# TASK ITEM
The word "entries" may appear in lines of the data; say how many such lines there are, with nothing beyond the number.

# GIVEN INFORMATION
-=-=-=-=-
package main

import (
	"encoding/csv"
	"errors"
	"flag"
	"fmt"
	"os"
	"os/exec"
	"path/filepath"
	"sort"
	"strconv"
	"strings"
	"testing"

	"github.com/rogpeppe/go-internal/testscript"
	"github.com/xuri/excelize/v2"
)

var update = flag.Bool("update", false, "rewrite the expected output in the scripts")

func TestMain(m *testing.M) {
	testscript.Main(m, map[string]func(){
		"stanchion": func() { os.Exit(runMain()) },
	})
}

// TestScripts runs the program as its users do: one script a behaviour.
func TestScripts(t *testing.T) {
	testscript.Run(t, testscript.Params{
		Dir:                 "testdata/script",
		UpdateScripts:       *update,
		RequireExplicitExec: true,
		Setup: func(e *testscript.Env) error {
			examples, err := filepath.Abs("../../examples")
			e.Setenv("EXAMPLES", examples)
			if err != nil {
				return err
			}
			independent, err := filepath.Abs("testdata/independent")
			e.Setenv("INDEPENDENT", independent)
			return err
		},
		Cmds: map[string]func(*testscript.TestScript, bool, []string){
			"exits":  scriptExits,
			"book":   scriptBook,
			"dump":   scriptDump,
			"rows":   scriptRows,
			"parts":  scriptParts,
			"same":   scriptSame,
			"addsup": scriptAddsUp,
			"agrees": scriptAgrees,
			"type":   scriptType,
		},
	})
}

// scriptExits runs a program and wants an exit status: exits 3 stanchion ...
// Its output is there for stdout and stderr.
func scriptExits(ts *testscript.TestScript, neg bool, args []string) {
	if neg || len(args) < 2 {
		ts.Fatalf("usage: exits STATUS PROGRAM [ARG]...")
	}
	want, err := strconv.Atoi(args[0])
	ts.Check(err)
	status := 0
	if err := ts.Exec(args[1], args[2:]...); err != nil {
		var exit *exec.ExitError
		if !errors.As(err, &exit) {
			ts.Fatalf("%v", err)
		}
		status = exit.ExitCode()
	}
	if status != want {
		ts.Fatalf("exit status %d, want %d", status, want)
	}
}

// scriptBook makes a workbook of one sheet from text: book OUT IN [SHEET
// [PASSWORD]]. A cell that is a number is written as one.
func scriptBook(ts *testscript.TestScript, neg bool, args []string) {
	if neg || len(args) < 2 || len(args) > 4 {
		ts.Fatalf("usage: book OUT IN [SHEET [PASSWORD]]")
	}
	sheet, opts := "Columns", excelize.Options{}
	if len(args) > 2 {
		sheet = args[2]
	}
	if len(args) > 3 {
		opts.Password = args[3]
	}
	rows, err := csv.NewReader(strings.NewReader(ts.ReadFile(args[1]))).ReadAll()
	ts.Check(err)
	f := excelize.NewFile()
	defer f.Close()
	ts.Check(f.SetSheetName("Sheet1", sheet))
	for r, row := range rows {
		for c, text := range row {
			cell, err := excelize.CoordinatesToCellName(c+1, r+1)
			ts.Check(err)
			var value any = text
			if x, err := strconv.ParseFloat(text, 64); err == nil {
				value = x
			}
			if text != "" {
				ts.Check(f.SetCellValue(sheet, cell, value))
			}
		}
	}
	ts.Check(f.SaveAs(ts.MkAbs(args[0]), opts))
}

// scriptDump prints the cells of a workbook, one a line, so that a golden file
// shows what has changed: dump FILE [SHEET]...
func scriptDump(ts *testscript.TestScript, neg bool, args []string) {
	if neg || len(args) == 0 {
		ts.Fatalf("usage: dump FILE [SHEET]...")
	}
	f, err := excelize.OpenFile(ts.MkAbs(args[0]))
	ts.Check(err)
	defer f.Close()
	sheets := args[1:]
	if len(sheets) == 0 {
		sheets = f.GetSheetList()
	}
	for _, sheet := range sheets {
		rows, err := f.GetRows(sheet, excelize.Options{RawCellValue: true})
		ts.Check(err)
		for r, row := range rows {
			for c, text := range row {
				if cell, err := excelize.CoordinatesToCellName(c+1, r+1); err == nil && text != "" {
					fmt.Fprintf(ts.Stdout(), "%s!%s = %s\n", sheet, cell, text)
				}
			}
		}
	}
}

// scriptSame wants two files to have the same bytes, and prints neither.
func scriptSame(ts *testscript.TestScript, neg bool, args []string) {
	if neg || len(args) != 2 {
		ts.Fatalf("usage: same FILE FILE")
	}
	if ts.ReadFile(args[0]) != ts.ReadFile(args[1]) {
		ts.Fatalf("%s and %s differ", args[0], args[1])
	}
}

// scriptType fills in cells of a workbook, as a person does: type FILE SHEET
// CELL=VALUE... A sheet that is not there is added.
func scriptType(ts *testscript.TestScript, neg bool, args []string) {
	if neg || len(args) < 3 {
		ts.Fatalf("usage: type FILE SHEET CELL=VALUE...")
	}
	f, err := excelize.OpenFile(ts.MkAbs(args[0]))
	ts.Check(err)
	defer f.Close()
	if i, err := f.GetSheetIndex(args[1]); err == nil && i < 0 {
		_, err := f.NewSheet(args[1])
		ts.Check(err)
	}
	for _, a := range args[2:] {
		cell, text, _ := strings.Cut(a, "=")
		var value any = text
		if x, err := strconv.ParseFloat(text, 64); err == nil {
			value = x
		}
		ts.Check(f.SetCellValue(args[1], cell, value))
	}
	ts.Check(f.Save())
}

// scriptRows writes a schedule of many rows: rows OUT NUMBER.
func scriptRows(ts *testscript.TestScript, neg bool, args []string) {
	if neg || len(args) != 2 {
		ts.Fatalf("usage: rows OUT NUMBER")
	}
	n, err := strconv.Atoi(args[1])
	ts.Check(err)
	ts.Check(os.WriteFile(ts.MkAbs(args[0]), []byte(manyRows(n)), 0o666))
}

// manyRows is a schedule of n members that all pass.
func manyRows(n int) string {
	var b strings.Builder
	b.WriteString("Mark,Length [m],N_Ed [kN],Restraints z-z [m]\n")
	for i := range n {
		fmt.Fprintf(&b, "C%d,%.1f,%d,%s\n", i+1, 3+0.1*float64(i%40), 100+(i*7919)%3000, []string{"", "mid", "thirds"}[i%3])
	}
	return b.String()
}

// scriptParts wants a folder to hold these files and no others.
func scriptParts(ts *testscript.TestScript, neg bool, args []string) {
	if neg || len(args) == 0 {
		ts.Fatalf("usage: parts FOLDER [FILE]...")
	}
	entries, err := os.ReadDir(ts.MkAbs(args[0]))
	ts.Check(err)
	var have []string
	for _, e := range entries {
		have = append(have, e.Name())
	}
	want := append([]string(nil), args[1:]...)
	sort.Strings(want)
	if strings.Join(have, " ") != strings.Join(want, " ") {
		ts.Fatalf("%s holds %v, want %v", args[0], have, want)
	}
}
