package main

import (
	"context"
	"fmt"
	"math"
	"strconv"

	"stanchion/design"
	"stanchion/design/ec3"
	"stanchion/schedule"
	"stanchion/schedule/summary"
)

// sayFailing lists the members that fail, with what would pass in their place.
func (r *run) sayFailing(ctx context.Context) {
	lines := r.tally.Worst[:min(shownFailing, len(r.tally.Worst))]
	if len(lines) == 0 {
		return
	}
	instead := r.lightest(ctx, lines)
	t := newTable("  Mark", "Level", "Section", ">util.", "Governing check", "Lightest that passes")
	t.limit(0, 14)
	t.limit(1, 12)
	t.limit(4, 26)
	for i := range lines {
		l := &lines[i]
		limit := ec3.Limit(&l.Member.Column, &r.plan.Settings.Design)
		t.add("  "+l.Member.Column.Mark, summary.Level(&l.Member.Column), l.Result.Section, utilisation(&l.Result, limit), failing(&l.Result, limit), instead[i])
	}
	r.print("", "Members that fail:")
	r.print(t.lines()...)
	if more := r.tally.Count[design.Fails] + r.tally.Count[design.NoSection] - len(lines); more > 0 {
		r.print(fmt.Sprintf("  and %d more: see the result column \"status\"", more))
	}
}

// failing says what a member fails in. One that passes itself has no section
// because another of its stack or group has none.
func failing(res *design.Result, limit float64) string {
	if res.Status == design.NoSection && res.Section != "" && schedule.Round(res.Utilisation) <= limit {
		return "joined to one that fails"
	}
	return schedule.CheckName(res.Governing.Kind)
}

// utilisation writes the utilisation of a result: to three decimals, as a
// spreadsheet rounds the number that is written, and to more where three would
// hide that it is above its limit. Of none there is a dash.
func utilisation(res *design.Result, limit float64) string {
	if res.Section == "" || math.IsInf(res.Utilisation, 0) {
		return "-"
	}
	u := schedule.Round(res.Utilisation)
	if rounded := math.Round(u*1000) / 1000; rounded > limit || u <= limit {
		return strconv.FormatFloat(rounded, 'f', 3, 64)
	}
	return strconv.FormatFloat(u, 'f', -1, 64)
}

// lightest names, for members that fail, the lightest section that passes: of
// the family of the one that is given, or of the member's own choice.
func (r *run) lightest(ctx context.Context, lines []summary.Line) []string {
	names := make([]string, len(lines))
	cols := make([]design.Column, len(lines))
	for i := range lines {
		cols[i] = lines[i].Member.Column
		cols[i].Given = ""
		if family := r.familyOf(lines[i].Result.Section); lines[i].Result.Fixed && family != "" {
			cols[i].Choice.Families = []string{family}
		}
	}
	found, err := r.engine.Lightest(ctx, cols, r.flags.workers)
	for i := range names {
		switch {
		case err != nil:
		case found[i] == nil:
			names[i] = "none"
		default:
			names[i] = found[i].Section.Name()
		}
	}
	return names
}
-=-=-=-=-
# FINISHED EXERCISE
2